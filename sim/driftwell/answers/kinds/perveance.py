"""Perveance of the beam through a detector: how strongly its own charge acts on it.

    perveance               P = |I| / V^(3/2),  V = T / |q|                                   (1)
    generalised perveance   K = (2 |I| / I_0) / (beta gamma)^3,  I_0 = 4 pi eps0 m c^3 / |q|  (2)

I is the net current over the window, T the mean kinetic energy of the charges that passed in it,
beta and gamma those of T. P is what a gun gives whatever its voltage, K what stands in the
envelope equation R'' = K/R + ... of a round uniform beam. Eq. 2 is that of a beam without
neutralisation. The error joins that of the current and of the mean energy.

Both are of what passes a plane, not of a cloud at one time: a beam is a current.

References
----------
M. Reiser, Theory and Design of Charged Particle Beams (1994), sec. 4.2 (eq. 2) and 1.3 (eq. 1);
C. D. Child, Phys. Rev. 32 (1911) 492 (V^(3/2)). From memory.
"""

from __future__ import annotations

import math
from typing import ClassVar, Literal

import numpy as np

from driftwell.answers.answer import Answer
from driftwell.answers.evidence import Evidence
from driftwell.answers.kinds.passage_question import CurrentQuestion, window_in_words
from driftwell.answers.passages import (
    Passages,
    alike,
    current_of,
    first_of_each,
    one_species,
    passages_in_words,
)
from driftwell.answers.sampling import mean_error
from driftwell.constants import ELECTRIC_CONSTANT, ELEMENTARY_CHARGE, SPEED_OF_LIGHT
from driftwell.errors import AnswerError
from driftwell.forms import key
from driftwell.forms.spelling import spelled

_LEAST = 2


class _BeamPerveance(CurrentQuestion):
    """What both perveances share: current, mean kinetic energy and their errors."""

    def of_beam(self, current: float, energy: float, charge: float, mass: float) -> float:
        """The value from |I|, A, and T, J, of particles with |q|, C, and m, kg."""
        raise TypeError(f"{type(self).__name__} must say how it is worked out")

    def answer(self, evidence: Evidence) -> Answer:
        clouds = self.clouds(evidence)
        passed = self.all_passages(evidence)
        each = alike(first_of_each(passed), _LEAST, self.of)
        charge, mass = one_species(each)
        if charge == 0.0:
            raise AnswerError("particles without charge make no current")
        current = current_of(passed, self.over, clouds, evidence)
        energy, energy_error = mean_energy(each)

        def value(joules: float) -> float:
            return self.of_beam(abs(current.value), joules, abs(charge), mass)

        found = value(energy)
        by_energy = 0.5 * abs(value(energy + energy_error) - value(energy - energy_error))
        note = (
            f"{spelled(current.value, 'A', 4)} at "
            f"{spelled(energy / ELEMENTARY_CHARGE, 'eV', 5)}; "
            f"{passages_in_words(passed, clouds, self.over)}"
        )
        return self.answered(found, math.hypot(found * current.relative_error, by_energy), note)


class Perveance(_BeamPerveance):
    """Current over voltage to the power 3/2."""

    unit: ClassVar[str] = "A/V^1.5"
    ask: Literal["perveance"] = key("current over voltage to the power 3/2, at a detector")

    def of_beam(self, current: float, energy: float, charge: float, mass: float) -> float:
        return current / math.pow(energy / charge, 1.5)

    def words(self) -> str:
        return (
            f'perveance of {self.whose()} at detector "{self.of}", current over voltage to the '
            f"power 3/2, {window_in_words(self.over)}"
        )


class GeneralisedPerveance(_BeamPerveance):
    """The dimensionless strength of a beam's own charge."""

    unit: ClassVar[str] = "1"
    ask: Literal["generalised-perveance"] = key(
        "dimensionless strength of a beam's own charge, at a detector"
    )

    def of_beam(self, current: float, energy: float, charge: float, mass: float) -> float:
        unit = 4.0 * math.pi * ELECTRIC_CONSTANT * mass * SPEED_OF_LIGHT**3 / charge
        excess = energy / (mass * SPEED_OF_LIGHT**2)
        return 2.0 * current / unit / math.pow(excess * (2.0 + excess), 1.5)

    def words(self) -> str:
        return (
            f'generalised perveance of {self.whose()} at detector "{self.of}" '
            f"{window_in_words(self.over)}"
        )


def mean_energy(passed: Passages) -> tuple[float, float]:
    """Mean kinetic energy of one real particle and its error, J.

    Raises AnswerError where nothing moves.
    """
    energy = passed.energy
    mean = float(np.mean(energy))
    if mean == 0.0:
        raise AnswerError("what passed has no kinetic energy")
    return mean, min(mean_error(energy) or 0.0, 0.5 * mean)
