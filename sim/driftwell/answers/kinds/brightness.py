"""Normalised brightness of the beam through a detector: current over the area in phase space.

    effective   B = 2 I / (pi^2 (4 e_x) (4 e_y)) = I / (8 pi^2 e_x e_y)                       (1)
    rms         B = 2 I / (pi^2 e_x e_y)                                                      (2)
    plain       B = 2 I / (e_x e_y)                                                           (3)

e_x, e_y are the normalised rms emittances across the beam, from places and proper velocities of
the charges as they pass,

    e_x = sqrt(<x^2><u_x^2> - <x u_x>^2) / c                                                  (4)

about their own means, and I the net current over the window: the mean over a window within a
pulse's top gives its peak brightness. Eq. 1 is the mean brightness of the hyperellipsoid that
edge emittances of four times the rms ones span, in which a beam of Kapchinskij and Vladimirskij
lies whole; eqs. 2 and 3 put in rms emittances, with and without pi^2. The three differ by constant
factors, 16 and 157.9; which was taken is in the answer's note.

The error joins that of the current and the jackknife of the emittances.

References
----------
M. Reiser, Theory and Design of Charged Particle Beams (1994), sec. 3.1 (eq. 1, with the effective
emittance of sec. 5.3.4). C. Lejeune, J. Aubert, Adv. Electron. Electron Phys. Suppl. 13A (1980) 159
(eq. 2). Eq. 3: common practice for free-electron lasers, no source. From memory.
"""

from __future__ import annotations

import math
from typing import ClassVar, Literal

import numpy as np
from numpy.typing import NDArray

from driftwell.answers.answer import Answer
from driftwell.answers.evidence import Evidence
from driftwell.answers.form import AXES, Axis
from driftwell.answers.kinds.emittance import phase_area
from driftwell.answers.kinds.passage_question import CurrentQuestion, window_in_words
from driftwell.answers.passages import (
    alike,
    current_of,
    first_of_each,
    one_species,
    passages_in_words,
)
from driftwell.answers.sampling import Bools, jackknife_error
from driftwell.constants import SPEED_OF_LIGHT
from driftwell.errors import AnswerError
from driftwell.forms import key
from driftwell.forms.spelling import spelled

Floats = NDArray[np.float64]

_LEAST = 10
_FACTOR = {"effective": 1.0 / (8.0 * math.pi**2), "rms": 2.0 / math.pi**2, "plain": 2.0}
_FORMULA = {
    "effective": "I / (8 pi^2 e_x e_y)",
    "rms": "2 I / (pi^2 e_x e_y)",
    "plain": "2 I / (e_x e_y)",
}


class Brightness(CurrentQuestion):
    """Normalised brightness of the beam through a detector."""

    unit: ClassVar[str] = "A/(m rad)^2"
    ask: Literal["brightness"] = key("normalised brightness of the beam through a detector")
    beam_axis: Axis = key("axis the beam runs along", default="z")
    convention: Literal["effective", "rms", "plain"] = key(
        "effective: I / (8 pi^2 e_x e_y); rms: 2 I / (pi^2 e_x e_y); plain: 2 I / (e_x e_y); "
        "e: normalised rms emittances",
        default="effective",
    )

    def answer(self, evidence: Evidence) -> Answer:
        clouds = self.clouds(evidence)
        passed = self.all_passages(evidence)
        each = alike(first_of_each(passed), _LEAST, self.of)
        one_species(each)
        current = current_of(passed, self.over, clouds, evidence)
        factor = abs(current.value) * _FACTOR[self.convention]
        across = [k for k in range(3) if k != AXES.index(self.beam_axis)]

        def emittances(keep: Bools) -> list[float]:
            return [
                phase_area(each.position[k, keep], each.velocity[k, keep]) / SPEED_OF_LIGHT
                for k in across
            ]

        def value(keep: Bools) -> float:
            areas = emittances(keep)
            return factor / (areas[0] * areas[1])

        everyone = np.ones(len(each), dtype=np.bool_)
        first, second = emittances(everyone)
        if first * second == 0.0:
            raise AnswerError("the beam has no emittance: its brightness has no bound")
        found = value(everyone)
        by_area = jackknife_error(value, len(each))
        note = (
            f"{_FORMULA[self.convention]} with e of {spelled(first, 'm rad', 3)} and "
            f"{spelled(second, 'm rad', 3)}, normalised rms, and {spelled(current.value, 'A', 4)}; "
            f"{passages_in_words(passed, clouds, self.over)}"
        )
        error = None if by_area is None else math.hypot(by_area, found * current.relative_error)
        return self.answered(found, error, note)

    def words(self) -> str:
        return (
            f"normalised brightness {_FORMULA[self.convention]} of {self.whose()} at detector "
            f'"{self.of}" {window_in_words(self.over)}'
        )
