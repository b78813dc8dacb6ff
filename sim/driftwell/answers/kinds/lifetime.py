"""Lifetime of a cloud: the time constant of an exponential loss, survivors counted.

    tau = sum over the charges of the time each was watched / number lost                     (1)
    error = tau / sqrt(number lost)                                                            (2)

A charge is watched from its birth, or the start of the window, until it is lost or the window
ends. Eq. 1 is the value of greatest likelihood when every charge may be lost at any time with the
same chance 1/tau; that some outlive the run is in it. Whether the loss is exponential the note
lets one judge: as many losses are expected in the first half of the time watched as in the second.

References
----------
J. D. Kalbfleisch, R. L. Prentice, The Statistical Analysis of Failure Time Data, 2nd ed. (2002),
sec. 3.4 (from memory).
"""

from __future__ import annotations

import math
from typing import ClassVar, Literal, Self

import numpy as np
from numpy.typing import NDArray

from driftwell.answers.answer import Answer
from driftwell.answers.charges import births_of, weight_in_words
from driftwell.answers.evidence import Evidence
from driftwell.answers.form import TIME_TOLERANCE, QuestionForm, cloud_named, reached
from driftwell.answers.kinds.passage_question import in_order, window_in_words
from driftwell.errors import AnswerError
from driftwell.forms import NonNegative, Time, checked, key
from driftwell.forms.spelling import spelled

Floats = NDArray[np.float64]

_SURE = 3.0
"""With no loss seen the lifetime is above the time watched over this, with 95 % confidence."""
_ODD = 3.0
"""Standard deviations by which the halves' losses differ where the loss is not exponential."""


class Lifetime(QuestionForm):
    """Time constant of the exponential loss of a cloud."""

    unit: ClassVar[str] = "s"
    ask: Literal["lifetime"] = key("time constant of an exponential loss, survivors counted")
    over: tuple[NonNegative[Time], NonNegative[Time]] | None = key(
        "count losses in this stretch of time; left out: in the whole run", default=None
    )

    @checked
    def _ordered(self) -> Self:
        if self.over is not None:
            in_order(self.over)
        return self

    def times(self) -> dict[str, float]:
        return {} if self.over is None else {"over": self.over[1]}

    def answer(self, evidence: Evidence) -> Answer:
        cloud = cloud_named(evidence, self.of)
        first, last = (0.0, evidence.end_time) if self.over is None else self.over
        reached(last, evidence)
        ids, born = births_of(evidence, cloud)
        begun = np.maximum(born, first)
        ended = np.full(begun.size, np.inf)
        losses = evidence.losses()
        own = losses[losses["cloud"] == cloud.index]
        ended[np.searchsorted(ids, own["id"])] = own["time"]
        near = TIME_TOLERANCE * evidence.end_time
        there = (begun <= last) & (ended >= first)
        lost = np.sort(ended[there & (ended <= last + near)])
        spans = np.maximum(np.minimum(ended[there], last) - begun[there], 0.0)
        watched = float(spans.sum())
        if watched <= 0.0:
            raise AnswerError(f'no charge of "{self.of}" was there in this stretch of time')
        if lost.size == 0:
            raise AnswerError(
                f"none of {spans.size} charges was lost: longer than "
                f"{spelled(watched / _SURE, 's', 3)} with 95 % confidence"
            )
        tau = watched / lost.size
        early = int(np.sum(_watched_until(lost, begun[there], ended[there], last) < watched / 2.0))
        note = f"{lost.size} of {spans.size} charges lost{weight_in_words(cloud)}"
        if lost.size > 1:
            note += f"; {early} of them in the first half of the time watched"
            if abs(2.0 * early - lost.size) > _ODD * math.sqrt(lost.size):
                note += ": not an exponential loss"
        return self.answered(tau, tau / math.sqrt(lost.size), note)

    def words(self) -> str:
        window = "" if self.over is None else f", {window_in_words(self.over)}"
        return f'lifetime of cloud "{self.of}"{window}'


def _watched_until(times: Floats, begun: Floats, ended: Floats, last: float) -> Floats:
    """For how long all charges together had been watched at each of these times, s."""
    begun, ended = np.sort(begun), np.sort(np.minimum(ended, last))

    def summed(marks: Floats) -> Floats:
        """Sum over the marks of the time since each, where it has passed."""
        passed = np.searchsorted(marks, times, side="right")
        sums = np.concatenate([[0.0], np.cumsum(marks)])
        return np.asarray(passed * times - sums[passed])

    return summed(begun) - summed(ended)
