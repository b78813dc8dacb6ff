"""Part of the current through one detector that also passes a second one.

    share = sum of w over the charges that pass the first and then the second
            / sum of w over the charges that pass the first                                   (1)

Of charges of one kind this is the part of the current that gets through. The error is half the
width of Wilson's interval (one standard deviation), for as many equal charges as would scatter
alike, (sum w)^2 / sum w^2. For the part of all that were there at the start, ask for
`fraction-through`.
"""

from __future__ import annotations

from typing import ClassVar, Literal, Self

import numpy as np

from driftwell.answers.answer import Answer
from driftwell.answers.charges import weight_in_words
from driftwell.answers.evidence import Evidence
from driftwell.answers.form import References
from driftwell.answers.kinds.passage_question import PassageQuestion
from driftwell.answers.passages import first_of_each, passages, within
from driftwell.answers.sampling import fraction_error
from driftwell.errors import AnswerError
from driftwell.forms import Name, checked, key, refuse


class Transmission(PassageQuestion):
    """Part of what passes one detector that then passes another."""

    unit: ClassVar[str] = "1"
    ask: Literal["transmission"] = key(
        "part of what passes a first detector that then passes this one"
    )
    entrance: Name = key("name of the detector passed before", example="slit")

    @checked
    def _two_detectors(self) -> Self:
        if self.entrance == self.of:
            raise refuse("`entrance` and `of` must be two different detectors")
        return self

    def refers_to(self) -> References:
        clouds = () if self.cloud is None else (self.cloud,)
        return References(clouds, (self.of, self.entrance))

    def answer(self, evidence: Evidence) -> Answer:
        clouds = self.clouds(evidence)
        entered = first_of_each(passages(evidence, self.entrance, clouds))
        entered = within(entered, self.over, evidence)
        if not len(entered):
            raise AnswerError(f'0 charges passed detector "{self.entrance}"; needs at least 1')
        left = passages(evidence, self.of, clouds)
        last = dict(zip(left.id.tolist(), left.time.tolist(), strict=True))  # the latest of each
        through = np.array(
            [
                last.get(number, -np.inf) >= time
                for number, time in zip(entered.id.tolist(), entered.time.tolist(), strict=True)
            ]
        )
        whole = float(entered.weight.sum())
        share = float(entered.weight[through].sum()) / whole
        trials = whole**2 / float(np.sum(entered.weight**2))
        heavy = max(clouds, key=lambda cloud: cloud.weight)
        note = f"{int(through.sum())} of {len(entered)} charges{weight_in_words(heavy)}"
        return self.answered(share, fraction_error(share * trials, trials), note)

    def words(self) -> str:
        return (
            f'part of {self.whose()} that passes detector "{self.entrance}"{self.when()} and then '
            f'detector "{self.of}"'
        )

_____

[YOUR INSTRUCTIONS]: From the listing above, the lines starting with the one that has "was lost: longer" and running through the one that has "return summed(begun) - summed(ended)" should be copied exactly, ends included.

[SOLVED EXERCISE]:
                f"none of {spans.size} charges was lost: longer than "
                f"{spelled(watched / _SURE, 's', 3)} with 95 % confidence"
            )
        tau = watched / lost.size
        early = int(np.sum(_watched_until(lost, begun[there], ended[there], last) < watched / 2.0))
        note = f"{lost.size} of {spans.size} charges lost{weight_in_words(cloud)}"
        if lost.size > 1:
            note += f"; {early} of them in the first half of the time watched"
            if abs(2.0 * early - lost.size) > _ODD * math.sqrt(lost.size):
                note += ": not an exponential loss"
        return self.answered(tau, tau / math.sqrt(lost.size), note)

    def words(self) -> str:
        window = "" if self.over is None else f", {window_in_words(self.over)}"
        return f'lifetime of cloud "{self.of}"{window}'


def _watched_until(times: Floats, begun: Floats, ended: Floats, last: float) -> Floats:
    """For how long all charges together had been watched at each of these times, s."""
    begun, ended = np.sort(begun), np.sort(np.minimum(ended, last))

    def summed(marks: Floats) -> Floats:
        """Sum over the marks of the time since each, where it has passed."""
        passed = np.searchsorted(marks, times, side="right")
        sums = np.concatenate([[0.0], np.cumsum(marks)])
        return np.asarray(passed * times - sums[passed])

    return summed(begun) - summed(ended)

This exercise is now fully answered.